WHAT IS EXPECTED —
Could you report every line from the entries that includes the word "most"?

GIVEN DATA —
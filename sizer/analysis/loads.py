"""Loads as arrays: point loads and moments, and linearly varying line loads, in SI.

Points: positions (m) and 6-vectors Fx, Fy, Fz (N), Mx, My, Mz (N*m). Lines: start and end (m),
intensity at the start and slope per metre for (wx, wy, wz) in N/m and mx in N*m/m.
"""

from __future__ import annotations

from dataclasses import dataclass
from typing import Sequence

import numpy as np

from sizer.model import LineLoad, Load, Member, PointLoad


@dataclass(frozen=True)
class Points:
    """Concentrated items: positions (k,) in m and forces (k, 6): Fx, Fy, Fz, Mx, My, Mz (N, N*m)."""

    at: np.ndarray
    forces: np.ndarray


@dataclass(frozen=True)
class Lines:
    """Line loads: start, end (J,) in m; q0 (J, 4) intensity at start and slope (J, 4) per m, for
    (wx, wy, wz, mx) in N/m and N*m/m."""

    start: np.ndarray
    end: np.ndarray
    q0: np.ndarray
    slope: np.ndarray


def points_of(loads: Sequence[Load]) -> Points:
    """The point loads and moments among `loads` as arrays."""
    points = [load for load in loads if isinstance(load, PointLoad)]
    at = np.array([p.at for p in points], dtype=float)
    forces = np.array([tuple(p.force) + tuple(p.moment) for p in points], dtype=float).reshape(-1, 6)
    return Points(at, forces)


def lines_of(loads: Sequence[Load]) -> Lines:
    """The line loads among `loads` (zero-length ones dropped) as arrays."""
    lines = [load for load in loads if isinstance(load, LineLoad) and load.end > load.start]
    start = np.array([ln.start for ln in lines], dtype=float)
    end = np.array([ln.end for ln in lines], dtype=float)
    q0 = np.array([ln.q_start for ln in lines], dtype=float).reshape(-1, 4)
    q1 = np.array([ln.q_end for ln in lines], dtype=float).reshape(-1, 4)
    slope = (q1 - q0) / (end - start)[:, None] if lines else np.zeros((0, 4))
    return Lines(start, end, q0, slope)


def concat_points(first: Points, second: Points) -> Points:
    return Points(np.concatenate([first.at, second.at]), np.vstack([first.forces, second.forces]))


def self_weight_load(member: Member, intensity: float = 1.0) -> LineLoad:
    """Uniform line load of `intensity` N/m along member.gravity over the whole member, in
    member.self_weight_case (case "" when the member has none)."""
    axis, sign = member.gravity
    q = [0.0, 0.0, 0.0, 0.0]
    q[axis] = float(sign) * intensity
    wx, wy, wz, mx = q
    return LineLoad(member.self_weight_case or "", 0.0, member.length, (wx, wy, wz, mx), (wx, wy, wz, mx))
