def _peak_sum(peaks: np.ndarray, peak_columns: list[int], action_columns: list[int], mass: np.ndarray, pairs: list[np.ndarray],
              present: list[bool]) -> np.ndarray:
    """(S, K) sum over the given actions of |action| * the section's peak stress per unit action."""
    total = np.zeros((len(mass), pairs[0].shape[1]), SINGLE)
    for peak, action in zip(peak_columns, action_columns):
        if present[action]:
            total += np.abs(_scaled(peaks[:, peak], mass, pairs[action]))
    return total


def _stress_estimates(fa: np.ndarray, fb: np.ndarray, fv: np.ndarray, allow: Any, fa_allow: np.ndarray,
                      wanted: list[str]) -> Iterator[tuple[str, tuple[np.ndarray, Callable[[np.ndarray], np.ndarray]]]]:
    """For each wanted stress check: (S, K) values whose largest marks the worst row, and the map from
    that value to the utilization estimate (same formulas as checks.py). Consumes fa, fb and fv."""
    if "bending" in wanted:
        yield "bending", (fb, lambda value: value / allow.bending)
    if "shear" in wanted:
        yield "shear", (fv, lambda value: value / allow.shear)
    if "interaction" in wanted:
        interaction = np.maximum(fa * SINGLE(1.0 / (allow.tension or np.inf)), fa * (-1.0 / fa_allow).astype(SINGLE)[:, None])
        interaction += fb * SINGLE(1.0 / allow.bending)
        yield "interaction", (interaction, lambda value: value)
    if "equivalent" in wanted:  # (|fa| + fb)^2 + 3 fv^2, in place
        normal = np.abs(fa, out=fa)
        normal += fb
        normal *= normal
        fv *= fv
        fv *= SINGLE(3.0)
        normal += fv
        yield "equivalent", (normal, lambda value: np.sqrt(value) / allow.equivalent)
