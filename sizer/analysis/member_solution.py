"""Every load case of a member solved once, plus a unit self-weight case (1 N/m along gravity);
any combination is a weighted sum of them (superposition). Without springs a section's solution
is the unit-rigidity one rescaled (displacements scale as 1 / rigidity).
"""

from __future__ import annotations

from types import EllipsisType
from typing import Iterable, Mapping, Sequence

import numpy as np
from numpy.typing import ArrayLike

from sizer.analysis.case import CaseSolution
from sizer.analysis.cuts import as_stations, right_side, section_actions
from sizer.analysis.displacements import combine_fields, field_displacements
from sizer.analysis.layout import position_tolerance
from sizer.analysis.loads import self_weight_load
from sizer.analysis.patterns import expand_patterns, with_arrangements
from sizer.analysis.solve import solve_columns
from sizer.errors import InputError
from sizer.model import Load, Member, Stiffness
from sizer.units import GRAVITY


def _case_names(member: Member) -> tuple[str, ...]:
    """Load cases of the member, then any case named only in a combination."""
    names = list(member.cases)
    for factors in member.combinations.values():
        names += [name for name in factors if name not in names]
    return tuple(names)
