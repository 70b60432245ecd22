"""Pattern loading (`pattern = true` on a load): every arrangement of loaded and unloaded spans is a
combination of its own, made by superposition of one solve per span.

Spans: the stretches between the supports that hold (rigidly or by a spring) uy or uz; the part
beyond the outer such support at either end (an overhang) is a span too. They are numbered from 1
at end A.

Per-span load cases: a patterned load is split into its part on each span: a line load clipped to
the span (its intensity at the span's ends read off its linear variation); a point load or moment
belongs to the span it is on (exactly on a support: the span to its right; at end B: the last
span). The parts of one case on span k form the load case "<case> @ span k", so n spans cost n
solves, however many arrangements there are.

Arrangements: a combination that uses a case with patterned loads (a factor other than zero)
becomes one combination per arrangement of that case: each subset of the spans its patterned loads
reach, all loaded first, then fewer and fewer, and last the empty one: the case absent everywhere
is an arrangement too (a load on an overhang relieves the back span; without it the back span sags
most). The patterned loads of one case switch together; a case's unpatterned loads stay in every
arrangement. Two patterned cases in one combination: every pair of arrangements (2^n x 2^m), and
so on. Each arrangement keeps the combination's factors and is named by it in words:
"dead + imposed (imposed on spans 1 and 3)". A combination that uses no patterned case keeps its
name. At most MAX_ARRANGEMENTS arrangements per combination; beyond that the input is refused.
"""

from __future__ import annotations

from dataclasses import dataclass, replace
from itertools import combinations as subsets_of_size
from itertools import product
from typing import Sequence

from sizer.analysis.layout import position_tolerance
from sizer.errors import InputError
from sizer.model import CheckSettings, LineLoad, Load, Member, Patterning, PointLoad, Pressure

MAX_ARRANGEMENTS = 4096  # per combination (docs/member-file.md)
PART_MARK = " @ span "  # "<case> @ span <k>": the part of a patterned case on span k


@dataclass(frozen=True)
class Span:
    """A span between two transverse supports, or an overhang beyond the outer one (m)."""

    start: float
    end: float
    overhang: bool
    base: float | None = None  # for an overhang: the support it hangs from

    @property
    def length(self) -> float:
        return self.end - self.start


def spans(member: Member) -> list[Span]:
    """Spans between supports that hold (or spring) uy or uz, and overhangs beyond the outer ones,
    from end A; none when no support holds uy or uz."""
    held = sorted({s.at for s in member.supports if {"uy", "uz"} & (set(s.restrain) | set(s.springs))})
    if not held:
        return []
    found = [Span(a, b, False) for a, b in zip(held, held[1:]) if b > a]
    if held[0] > 0:
        found.insert(0, Span(0.0, held[0], True, held[0]))
    if held[-1] < member.length:
        found.append(Span(held[-1], member.length, True, held[-1]))
    return found


def pattern_spans(member: Member) -> list[Span]:
    """The spans loads are patterned over: `spans`, merged across supports closer than the position
    tolerance; the whole member when no support holds uy or uz."""
    tol = position_tolerance(member)
    found = [span for span in spans(member) if span.length > tol]
    return found or [Span(0.0, member.length, False)]


def span_of(at: float, span_list: Sequence[Span], tol: float) -> int:
    """Index (from 0) of the span a point at `at` (m) belongs to: the one it is inside, the one to its
    right when it is on a support, the last one at end B."""
    for index, span in enumerate(span_list):
        if at < span.end - tol:
            return index
    return len(span_list) - 1


def clipped(load: LineLoad, start: float, end: float) -> LineLoad:
    """The part of a line load from `start` to `end` (m, inside the load), its intensities (and
    pressures) at the new ends read off its linear variation."""

    def at(values_start: tuple, values_end: tuple, x: float) -> tuple:
        t = (x - load.start) / (load.end - load.start)
        return tuple(a + (b - a) * t for a, b in zip(values_start, values_end))

    area = load.area
    if area is not None:
        area = Pressure(at(area.p_start, area.p_end, start), at(area.p_start, area.p_end, end), area.width)
    return replace(load, start=start, end=end, q_start=at(load.q_start, load.q_end, start), q_end=at(load.q_start, load.q_end, end), area=area)


def parts_by_span(load: Load, span_list: Sequence[Span], tol: float) -> list[tuple[int, Load]]:
    """(span number from 1, the load's part on that span) for each span the load reaches."""
    if isinstance(load, PointLoad):
        return [(span_of(load.at, span_list, tol) + 1, load)]
    found: list[tuple[int, Load]] = []
    for number, span in enumerate(span_list, start=1):
        start, end = max(load.start, span.start), min(load.end, span.end)
        if end - start > tol:
            found.append((number, clipped(load, start, end)))
    return found


def span_words(numbers: Sequence[int]) -> str:
    """"span 2", "spans 1 and 3", "spans 1, 2 and 4", "no span"."""
    if not numbers:
        return "no span"
    if len(numbers) == 1:
        return f"span {numbers[0]}"
    return "spans " + ", ".join(map(str, numbers[:-1])) + f" and {numbers[-1]}"


def case_arrangements(reached: Sequence[int]) -> list[tuple[int, ...]]:
    """The loaded spans of each arrangement of a case whose patterned loads reach `reached` spans:
    all of them first, then every smaller subset (in order), the empty one last."""
    sizes = range(len(reached), -1, -1)
    return [subset for size in sizes for subset in subsets_of_size(reached, size)]


def expand_patterns(member: Member) -> Member:
    """The member with its patterned loads split into per-span load cases and every combination
    that uses them made into one combination per arrangement (see the module docstring); the
    member itself when it has no patterned load or is expanded already. InputError when a
    combination would have more than MAX_ARRANGEMENTS arrangements, or a name made here is taken."""
    if member.patterning is not None or not any(load.pattern for load in member.loads):
        return member
    span_list, tol = pattern_spans(member), position_tolerance(member)
    loads: list[Load] = []
    reached: dict[str, set[int]] = {}
    for load in member.loads:
        if not load.pattern:
            loads.append(load)
            continue
        for number, part in parts_by_span(load, span_list, tol):
            loads.append(replace(part, case=f"{load.case}{PART_MARK}{number}"))
            reached.setdefault(load.case, set()).add(number)
    _refuse_taken_case_names(member, loads)
    choices = {case: case_arrangements(sorted(numbers)) for case, numbers in reached.items()}
    combinations: dict[str, dict[str, float]] = {}
    origins: dict[str, str] = {}
    for name, factors in member.combinations.items():
        for arranged, arranged_factors in _arrangements(member, name, factors, choices):
            if arranged in combinations:
                raise InputError(member.source, _combination_key(member, name), f"two combinations would be named {arranged!r}",
                                 "rename the combination, so that its pattern arrangements get names of their own")
            combinations[arranged], origins[arranged] = arranged_factors, name
    patterning = Patterning(member.loads, member.combinations, tuple((s.start, s.end) for s in span_list), origins)
    return replace(member, loads=tuple(loads), combinations=combinations, patterning=patterning, checks=_named_deflection_combinations(member))


def _arrangements(member: Member, name: str, factors: dict[str, float], choices: dict[str, list[tuple[int, ...]]]) -> list[tuple[str, dict[str, float]]]:
    """(name, factors) of each arrangement of one combination: its patterned cases' arrangements
    taken together."""
    used = [case for case in choices if factors.get(case, 0.0) != 0.0]
    count = 1
    for case in used:
        count *= len(choices[case])
    if count > MAX_ARRANGEMENTS:
        sizes = " x ".join(str(len(choices[case])) for case in used)
        raise InputError(member.source, _combination_key(member, name),
                         f"combination {name!r} would be checked in {count} pattern arrangements ({sizes}), more than the {MAX_ARRANGEMENTS} sizer allows",
                         "pattern fewer spans (pattern = true on loads over fewer spans), or split a patterned case into cases of a few spans each")
    found = []
    for picked in product(*(choices[case] for case in used)):
        arranged = dict(factors)
        words = []
        for case, loaded in zip(used, picked):
            arranged.update({f"{case}{PART_MARK}{number}": factors[case] for number in loaded})
            if len(choices[case]) > 1:
                words.append(f"{case} on {span_words(loaded)}")
        found.append((f"{name} ({'; '.join(words)})" if words else name, arranged))
    return found


def _combination_key(member: Member, name: str) -> str:
    return f'combinations."{name}"' if member.combinations_given else "loads"


def _refuse_taken_case_names(member: Member, loads: list[Load]) -> None:
    """InputError when a per-span case name made here is already the name of a case of the file."""
    given = set(member.cases) | {case for factors in member.combinations.values() for case in factors}
    for load in loads:
        if load.pattern and load.case in given:
            raise InputError(member.source, "loads", f"the case name {load.case!r} is needed for a part of a patterned load",
                             f"rename that case (names with '{PART_MARK.strip()}' are kept for pattern loading)")


def _named_deflection_combinations(member: Member) -> CheckSettings:
    """The member's check settings with the single keys' deflection combinations written out as the
    given combinations (each applies to all its arrangements) when the file left them to default."""
    settings = member.checks
    if settings.deflection_combinations is None and (settings.deflection_limit is not None or settings.deflection_limit_overhang is not None):
        return replace(settings, deflection_combinations=tuple(member.combinations))
    return settings


def arrangements_of(member: Member, given: Sequence[str] | None) -> tuple[str, ...]:
    """The combinations of `member` (expanded or not) that come from the given combinations named
    in `given` (None: every combination), in the member's order."""
    if given is None:
        return tuple(member.combinations)
    wanted = set(given)
    return tuple(name for name in member.combinations if member.origin(name) in wanted)


def pattern_notes(member: Member) -> list[str]:
    """The assumptions of pattern loading, for the outputs (none without patterned loads)."""
    patterning = member.patterning
    if patterning is None:
        return []
    numbered = "; ".join(f"{k}: {a:g}–{b:g} m" for k, (a, b) in enumerate(patterning.spans, start=1))
    counts: dict[str, int] = {}
    for name in member.combinations:
        origin = member.origin(name)
        counts[origin] = counts.get(origin, 0) + 1
    expanded = ", ".join(f"'{name}' in {count} arrangements" for name, count in counts.items() if count > 1) or "none"
    cases = sorted({load.case for load in patterning.loads if load.pattern})
    return [f"Pattern loading of case{'s' if len(cases) > 1 else ''} {', '.join(repr(c) for c in cases)}: spans (overhangs count) {numbered}. "
            "Each patterned load is split by span and each span solved once; every arrangement of loaded and unloaded spans "
            "is a combination of its own, with the same factors (unpatterned loads of a case stay in every arrangement; "
            f"self-weight is never patterned). Arrangements checked: {expanded}."]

ANSWER SPACE —
most). The patterned loads of one case switch together; a case's unpatterned loads stay in every
name. At most MAX_ARRANGEMENTS arrangements per combination; beyond that the input is refused.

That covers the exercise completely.